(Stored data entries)

--- START ---

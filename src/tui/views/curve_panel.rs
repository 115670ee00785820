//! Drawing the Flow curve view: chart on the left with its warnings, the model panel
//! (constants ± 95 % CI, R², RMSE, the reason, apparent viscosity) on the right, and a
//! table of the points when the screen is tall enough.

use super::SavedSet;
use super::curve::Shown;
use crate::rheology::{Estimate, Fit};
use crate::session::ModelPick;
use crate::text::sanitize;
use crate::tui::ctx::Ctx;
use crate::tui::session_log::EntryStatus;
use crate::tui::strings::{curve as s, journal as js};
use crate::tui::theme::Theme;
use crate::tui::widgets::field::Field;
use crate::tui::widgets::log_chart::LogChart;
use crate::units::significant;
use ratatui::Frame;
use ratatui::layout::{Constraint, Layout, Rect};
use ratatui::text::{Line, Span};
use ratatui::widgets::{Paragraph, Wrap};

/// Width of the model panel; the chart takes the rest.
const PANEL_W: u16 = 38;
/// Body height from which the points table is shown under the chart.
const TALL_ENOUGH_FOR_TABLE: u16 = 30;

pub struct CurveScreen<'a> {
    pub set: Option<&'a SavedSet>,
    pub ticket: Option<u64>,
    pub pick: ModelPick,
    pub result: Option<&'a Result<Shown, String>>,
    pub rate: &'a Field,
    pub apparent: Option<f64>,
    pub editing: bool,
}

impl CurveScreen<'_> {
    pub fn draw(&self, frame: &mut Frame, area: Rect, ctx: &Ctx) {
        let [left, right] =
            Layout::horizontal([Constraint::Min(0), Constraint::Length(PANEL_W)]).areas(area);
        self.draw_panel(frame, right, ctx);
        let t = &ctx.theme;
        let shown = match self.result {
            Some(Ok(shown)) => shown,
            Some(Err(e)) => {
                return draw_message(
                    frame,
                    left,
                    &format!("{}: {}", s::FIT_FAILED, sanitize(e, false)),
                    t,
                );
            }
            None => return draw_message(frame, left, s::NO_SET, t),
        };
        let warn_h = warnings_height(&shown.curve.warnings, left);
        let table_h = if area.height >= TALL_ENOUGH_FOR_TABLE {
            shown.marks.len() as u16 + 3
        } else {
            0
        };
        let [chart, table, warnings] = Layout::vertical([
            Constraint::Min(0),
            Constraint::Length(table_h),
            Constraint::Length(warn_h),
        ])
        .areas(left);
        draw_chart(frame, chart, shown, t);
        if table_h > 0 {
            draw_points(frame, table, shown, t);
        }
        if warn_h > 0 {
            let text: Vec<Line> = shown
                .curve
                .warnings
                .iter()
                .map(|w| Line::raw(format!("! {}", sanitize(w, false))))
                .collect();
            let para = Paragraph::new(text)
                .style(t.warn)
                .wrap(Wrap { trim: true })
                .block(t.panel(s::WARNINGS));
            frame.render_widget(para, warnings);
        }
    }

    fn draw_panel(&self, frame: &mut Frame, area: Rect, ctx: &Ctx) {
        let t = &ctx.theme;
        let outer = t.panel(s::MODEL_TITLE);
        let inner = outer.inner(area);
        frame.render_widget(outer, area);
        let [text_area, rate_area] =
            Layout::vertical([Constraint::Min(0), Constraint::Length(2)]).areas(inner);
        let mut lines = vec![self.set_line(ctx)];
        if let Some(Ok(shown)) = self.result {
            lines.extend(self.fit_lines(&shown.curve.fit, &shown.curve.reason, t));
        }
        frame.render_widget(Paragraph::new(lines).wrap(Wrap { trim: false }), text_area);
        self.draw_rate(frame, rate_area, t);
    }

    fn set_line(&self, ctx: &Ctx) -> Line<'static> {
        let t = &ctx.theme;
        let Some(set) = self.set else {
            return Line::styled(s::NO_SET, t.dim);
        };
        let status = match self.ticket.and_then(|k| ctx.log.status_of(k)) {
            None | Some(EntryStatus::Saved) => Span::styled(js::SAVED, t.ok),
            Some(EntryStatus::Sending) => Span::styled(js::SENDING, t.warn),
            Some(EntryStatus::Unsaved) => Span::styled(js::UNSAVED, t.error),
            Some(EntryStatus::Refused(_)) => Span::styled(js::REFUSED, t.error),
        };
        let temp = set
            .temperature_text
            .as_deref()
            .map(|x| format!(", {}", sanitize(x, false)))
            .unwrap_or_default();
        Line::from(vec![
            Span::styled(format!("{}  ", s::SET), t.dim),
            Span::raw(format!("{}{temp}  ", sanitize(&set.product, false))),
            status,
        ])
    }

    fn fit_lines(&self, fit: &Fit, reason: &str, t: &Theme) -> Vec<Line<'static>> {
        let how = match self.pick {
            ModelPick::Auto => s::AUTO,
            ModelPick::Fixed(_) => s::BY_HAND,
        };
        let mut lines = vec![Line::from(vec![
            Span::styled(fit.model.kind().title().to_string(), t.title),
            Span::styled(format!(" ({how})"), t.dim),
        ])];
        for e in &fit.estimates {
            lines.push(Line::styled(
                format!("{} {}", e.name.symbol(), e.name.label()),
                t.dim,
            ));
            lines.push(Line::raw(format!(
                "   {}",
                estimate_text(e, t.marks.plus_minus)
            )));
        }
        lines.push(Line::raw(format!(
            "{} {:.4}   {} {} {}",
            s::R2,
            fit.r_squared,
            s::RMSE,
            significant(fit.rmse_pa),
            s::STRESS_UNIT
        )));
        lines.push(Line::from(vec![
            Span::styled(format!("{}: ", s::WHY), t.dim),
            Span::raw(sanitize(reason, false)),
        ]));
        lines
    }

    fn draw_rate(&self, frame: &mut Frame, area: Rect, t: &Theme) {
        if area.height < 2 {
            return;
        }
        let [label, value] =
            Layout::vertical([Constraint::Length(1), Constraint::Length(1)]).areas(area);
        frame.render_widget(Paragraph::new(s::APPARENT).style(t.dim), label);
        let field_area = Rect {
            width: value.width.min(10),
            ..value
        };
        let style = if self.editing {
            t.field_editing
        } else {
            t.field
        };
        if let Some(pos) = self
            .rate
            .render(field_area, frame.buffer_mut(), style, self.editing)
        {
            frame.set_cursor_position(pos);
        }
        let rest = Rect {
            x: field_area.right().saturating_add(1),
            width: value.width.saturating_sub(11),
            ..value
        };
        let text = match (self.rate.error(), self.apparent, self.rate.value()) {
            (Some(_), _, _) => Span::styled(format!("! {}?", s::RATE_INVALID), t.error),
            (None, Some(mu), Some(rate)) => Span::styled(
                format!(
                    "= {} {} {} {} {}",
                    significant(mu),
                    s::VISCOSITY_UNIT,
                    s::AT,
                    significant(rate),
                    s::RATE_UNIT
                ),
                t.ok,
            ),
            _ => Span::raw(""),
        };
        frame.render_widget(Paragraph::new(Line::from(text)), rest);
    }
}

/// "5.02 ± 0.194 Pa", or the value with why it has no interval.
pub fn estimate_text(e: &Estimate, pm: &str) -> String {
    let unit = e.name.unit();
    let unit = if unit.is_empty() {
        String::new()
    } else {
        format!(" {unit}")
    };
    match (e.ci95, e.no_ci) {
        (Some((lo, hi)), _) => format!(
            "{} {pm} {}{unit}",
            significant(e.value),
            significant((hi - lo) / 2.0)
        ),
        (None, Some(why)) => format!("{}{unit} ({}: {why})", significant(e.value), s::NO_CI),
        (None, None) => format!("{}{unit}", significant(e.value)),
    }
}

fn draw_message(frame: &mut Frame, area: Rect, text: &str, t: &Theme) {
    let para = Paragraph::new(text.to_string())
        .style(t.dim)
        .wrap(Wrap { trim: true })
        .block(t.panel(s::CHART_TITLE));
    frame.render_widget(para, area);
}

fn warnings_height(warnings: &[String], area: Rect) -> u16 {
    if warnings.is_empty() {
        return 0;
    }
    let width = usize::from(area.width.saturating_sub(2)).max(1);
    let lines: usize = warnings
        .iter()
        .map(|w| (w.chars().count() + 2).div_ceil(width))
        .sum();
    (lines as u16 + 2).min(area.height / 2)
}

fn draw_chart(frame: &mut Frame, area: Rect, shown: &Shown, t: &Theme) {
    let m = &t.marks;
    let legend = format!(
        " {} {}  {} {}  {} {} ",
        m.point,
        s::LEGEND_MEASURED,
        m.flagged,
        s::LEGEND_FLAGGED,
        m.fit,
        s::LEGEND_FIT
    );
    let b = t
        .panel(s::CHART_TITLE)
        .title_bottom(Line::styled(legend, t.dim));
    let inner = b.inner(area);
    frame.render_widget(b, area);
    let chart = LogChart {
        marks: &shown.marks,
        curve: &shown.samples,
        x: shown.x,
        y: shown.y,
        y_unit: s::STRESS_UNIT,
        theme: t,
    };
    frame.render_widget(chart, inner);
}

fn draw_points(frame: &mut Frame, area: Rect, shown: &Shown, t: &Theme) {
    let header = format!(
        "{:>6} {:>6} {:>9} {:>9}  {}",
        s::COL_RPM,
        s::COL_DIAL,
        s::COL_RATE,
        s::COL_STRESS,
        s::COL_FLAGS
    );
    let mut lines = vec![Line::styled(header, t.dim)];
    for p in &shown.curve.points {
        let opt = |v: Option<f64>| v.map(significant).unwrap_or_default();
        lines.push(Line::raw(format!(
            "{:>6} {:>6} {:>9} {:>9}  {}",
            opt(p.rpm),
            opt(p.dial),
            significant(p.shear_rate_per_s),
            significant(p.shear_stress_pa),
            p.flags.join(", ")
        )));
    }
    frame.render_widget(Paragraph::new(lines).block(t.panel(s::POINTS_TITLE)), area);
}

--- END ---
--- START ---

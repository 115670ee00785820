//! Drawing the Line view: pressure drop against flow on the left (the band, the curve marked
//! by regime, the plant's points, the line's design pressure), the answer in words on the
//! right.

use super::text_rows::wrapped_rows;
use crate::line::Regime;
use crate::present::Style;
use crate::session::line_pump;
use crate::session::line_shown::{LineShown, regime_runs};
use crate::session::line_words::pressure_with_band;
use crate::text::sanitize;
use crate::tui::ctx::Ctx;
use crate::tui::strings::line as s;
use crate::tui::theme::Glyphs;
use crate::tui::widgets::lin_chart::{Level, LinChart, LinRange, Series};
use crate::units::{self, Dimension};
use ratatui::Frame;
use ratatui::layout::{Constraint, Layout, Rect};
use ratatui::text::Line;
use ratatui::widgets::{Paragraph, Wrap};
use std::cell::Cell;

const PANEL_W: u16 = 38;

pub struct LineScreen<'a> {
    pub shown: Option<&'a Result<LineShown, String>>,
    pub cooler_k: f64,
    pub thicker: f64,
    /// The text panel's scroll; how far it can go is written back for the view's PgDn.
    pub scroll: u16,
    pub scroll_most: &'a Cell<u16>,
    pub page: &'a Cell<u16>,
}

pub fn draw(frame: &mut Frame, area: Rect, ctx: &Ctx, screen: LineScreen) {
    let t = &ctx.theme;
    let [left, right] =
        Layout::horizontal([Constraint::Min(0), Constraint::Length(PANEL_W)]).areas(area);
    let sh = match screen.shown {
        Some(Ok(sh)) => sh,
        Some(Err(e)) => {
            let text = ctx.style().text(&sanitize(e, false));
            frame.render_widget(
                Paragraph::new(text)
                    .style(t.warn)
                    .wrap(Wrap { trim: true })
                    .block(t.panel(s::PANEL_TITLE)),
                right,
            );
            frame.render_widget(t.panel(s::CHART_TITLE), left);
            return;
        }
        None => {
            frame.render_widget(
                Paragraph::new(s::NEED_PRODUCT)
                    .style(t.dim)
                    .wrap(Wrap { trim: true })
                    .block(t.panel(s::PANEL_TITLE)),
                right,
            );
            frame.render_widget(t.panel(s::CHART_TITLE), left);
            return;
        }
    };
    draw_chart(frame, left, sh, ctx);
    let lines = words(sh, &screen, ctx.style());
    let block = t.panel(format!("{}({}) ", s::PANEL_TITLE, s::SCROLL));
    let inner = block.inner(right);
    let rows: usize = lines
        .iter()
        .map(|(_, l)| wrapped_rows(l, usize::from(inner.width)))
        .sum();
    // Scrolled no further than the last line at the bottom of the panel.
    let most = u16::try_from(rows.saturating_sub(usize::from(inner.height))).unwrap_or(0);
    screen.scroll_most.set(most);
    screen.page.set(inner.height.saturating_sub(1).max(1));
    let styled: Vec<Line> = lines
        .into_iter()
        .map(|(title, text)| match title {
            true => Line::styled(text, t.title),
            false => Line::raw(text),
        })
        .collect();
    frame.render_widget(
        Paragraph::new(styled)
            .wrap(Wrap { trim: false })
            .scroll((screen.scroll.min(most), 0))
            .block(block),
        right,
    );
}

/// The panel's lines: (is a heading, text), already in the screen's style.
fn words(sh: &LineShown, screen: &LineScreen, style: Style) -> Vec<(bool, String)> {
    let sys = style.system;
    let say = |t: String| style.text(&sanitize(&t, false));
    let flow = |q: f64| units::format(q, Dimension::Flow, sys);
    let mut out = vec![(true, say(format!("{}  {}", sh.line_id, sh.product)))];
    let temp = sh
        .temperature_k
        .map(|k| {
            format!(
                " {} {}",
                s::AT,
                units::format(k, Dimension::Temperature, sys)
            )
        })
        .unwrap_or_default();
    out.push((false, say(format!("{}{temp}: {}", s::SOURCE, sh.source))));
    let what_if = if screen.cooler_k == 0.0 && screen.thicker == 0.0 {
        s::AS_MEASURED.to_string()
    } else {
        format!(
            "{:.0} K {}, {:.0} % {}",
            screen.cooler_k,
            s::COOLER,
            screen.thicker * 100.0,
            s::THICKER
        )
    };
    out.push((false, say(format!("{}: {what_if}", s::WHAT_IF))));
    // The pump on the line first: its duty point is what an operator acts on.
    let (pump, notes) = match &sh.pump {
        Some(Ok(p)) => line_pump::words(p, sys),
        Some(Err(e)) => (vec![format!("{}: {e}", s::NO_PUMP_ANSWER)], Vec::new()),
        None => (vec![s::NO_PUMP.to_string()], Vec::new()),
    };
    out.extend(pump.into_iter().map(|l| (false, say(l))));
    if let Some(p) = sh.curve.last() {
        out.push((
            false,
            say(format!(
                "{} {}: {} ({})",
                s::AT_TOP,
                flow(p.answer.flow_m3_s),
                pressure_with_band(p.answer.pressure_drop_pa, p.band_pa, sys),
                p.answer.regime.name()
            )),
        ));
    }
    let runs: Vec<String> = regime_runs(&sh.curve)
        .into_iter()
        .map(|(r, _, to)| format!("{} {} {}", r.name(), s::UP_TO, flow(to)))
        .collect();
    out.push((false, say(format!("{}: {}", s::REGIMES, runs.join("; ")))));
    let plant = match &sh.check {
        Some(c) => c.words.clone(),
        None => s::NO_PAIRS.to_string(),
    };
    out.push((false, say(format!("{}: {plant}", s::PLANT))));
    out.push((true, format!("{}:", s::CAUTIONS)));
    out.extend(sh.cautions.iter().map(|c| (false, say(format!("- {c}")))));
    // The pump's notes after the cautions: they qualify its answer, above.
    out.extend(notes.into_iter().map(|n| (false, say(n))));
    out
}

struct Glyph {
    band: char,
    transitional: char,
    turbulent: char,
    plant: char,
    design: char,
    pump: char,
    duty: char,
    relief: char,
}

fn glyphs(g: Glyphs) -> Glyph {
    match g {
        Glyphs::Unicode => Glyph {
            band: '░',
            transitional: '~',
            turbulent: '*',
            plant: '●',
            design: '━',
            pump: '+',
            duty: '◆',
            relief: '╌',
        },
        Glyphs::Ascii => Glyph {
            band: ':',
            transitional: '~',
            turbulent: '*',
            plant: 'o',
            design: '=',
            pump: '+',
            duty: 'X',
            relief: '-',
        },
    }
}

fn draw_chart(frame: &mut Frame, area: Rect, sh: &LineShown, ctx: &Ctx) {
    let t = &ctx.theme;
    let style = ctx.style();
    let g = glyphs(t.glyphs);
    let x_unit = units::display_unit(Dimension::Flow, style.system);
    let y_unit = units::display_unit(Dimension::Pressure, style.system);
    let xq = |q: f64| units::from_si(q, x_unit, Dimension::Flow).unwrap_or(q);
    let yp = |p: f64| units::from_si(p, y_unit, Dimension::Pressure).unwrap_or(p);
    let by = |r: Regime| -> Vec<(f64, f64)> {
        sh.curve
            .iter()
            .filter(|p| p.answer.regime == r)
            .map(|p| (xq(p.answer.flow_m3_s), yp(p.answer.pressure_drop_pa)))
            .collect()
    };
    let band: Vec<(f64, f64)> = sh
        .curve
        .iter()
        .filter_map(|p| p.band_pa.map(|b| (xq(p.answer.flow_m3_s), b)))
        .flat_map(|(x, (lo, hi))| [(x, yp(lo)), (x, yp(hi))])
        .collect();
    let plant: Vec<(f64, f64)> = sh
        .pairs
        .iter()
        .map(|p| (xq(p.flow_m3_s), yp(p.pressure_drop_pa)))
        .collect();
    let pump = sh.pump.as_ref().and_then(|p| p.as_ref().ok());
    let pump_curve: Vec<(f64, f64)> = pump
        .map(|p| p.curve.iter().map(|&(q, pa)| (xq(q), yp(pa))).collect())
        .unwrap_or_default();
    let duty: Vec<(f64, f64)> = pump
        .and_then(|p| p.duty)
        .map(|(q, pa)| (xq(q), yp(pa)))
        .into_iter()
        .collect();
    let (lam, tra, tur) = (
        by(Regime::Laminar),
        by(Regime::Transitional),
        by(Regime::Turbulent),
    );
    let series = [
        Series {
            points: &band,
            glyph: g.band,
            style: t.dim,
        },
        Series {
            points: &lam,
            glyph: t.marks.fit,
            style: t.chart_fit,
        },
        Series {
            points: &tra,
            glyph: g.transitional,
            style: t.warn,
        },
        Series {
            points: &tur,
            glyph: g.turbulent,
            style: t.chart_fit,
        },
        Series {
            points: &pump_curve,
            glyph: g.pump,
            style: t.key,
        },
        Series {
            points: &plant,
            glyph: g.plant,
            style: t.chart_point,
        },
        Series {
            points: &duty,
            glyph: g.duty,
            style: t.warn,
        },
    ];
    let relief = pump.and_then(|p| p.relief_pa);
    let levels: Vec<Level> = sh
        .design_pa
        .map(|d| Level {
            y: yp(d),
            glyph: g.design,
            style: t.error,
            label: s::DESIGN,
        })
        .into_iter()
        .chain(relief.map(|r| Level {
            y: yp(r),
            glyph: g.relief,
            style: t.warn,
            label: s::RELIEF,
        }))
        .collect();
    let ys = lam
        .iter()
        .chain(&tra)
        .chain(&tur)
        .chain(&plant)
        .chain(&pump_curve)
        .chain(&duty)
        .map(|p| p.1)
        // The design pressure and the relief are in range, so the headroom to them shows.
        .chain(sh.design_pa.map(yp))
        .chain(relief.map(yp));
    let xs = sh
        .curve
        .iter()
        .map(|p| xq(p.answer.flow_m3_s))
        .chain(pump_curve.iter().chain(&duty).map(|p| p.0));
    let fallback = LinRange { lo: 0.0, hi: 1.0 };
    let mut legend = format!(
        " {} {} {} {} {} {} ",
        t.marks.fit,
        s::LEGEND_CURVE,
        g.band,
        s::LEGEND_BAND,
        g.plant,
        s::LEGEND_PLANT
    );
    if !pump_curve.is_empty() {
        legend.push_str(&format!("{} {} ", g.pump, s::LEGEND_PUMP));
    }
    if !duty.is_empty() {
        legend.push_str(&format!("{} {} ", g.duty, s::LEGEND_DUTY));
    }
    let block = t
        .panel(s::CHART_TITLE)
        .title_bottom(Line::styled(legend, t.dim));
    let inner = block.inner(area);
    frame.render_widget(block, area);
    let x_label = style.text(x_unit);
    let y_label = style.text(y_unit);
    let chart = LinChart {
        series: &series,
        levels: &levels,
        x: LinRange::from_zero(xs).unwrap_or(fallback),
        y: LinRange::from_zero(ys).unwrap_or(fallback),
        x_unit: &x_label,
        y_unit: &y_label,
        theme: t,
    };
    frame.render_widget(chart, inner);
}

--- END ---

__WHAT YOU SHOULD DO__
For the word "LineShown", go through the records and show each line that carries it.

__TASK SOLUTION__
use crate::session::line_shown::{LineShown, regime_runs};
    pub shown: Option<&'a Result<LineShown, String>>,
fn words(sh: &LineShown, screen: &LineScreen, style: Style) -> Vec<(bool, String)> {
fn draw_chart(frame: &mut Frame, area: Rect, sh: &LineShown, ctx: &Ctx) {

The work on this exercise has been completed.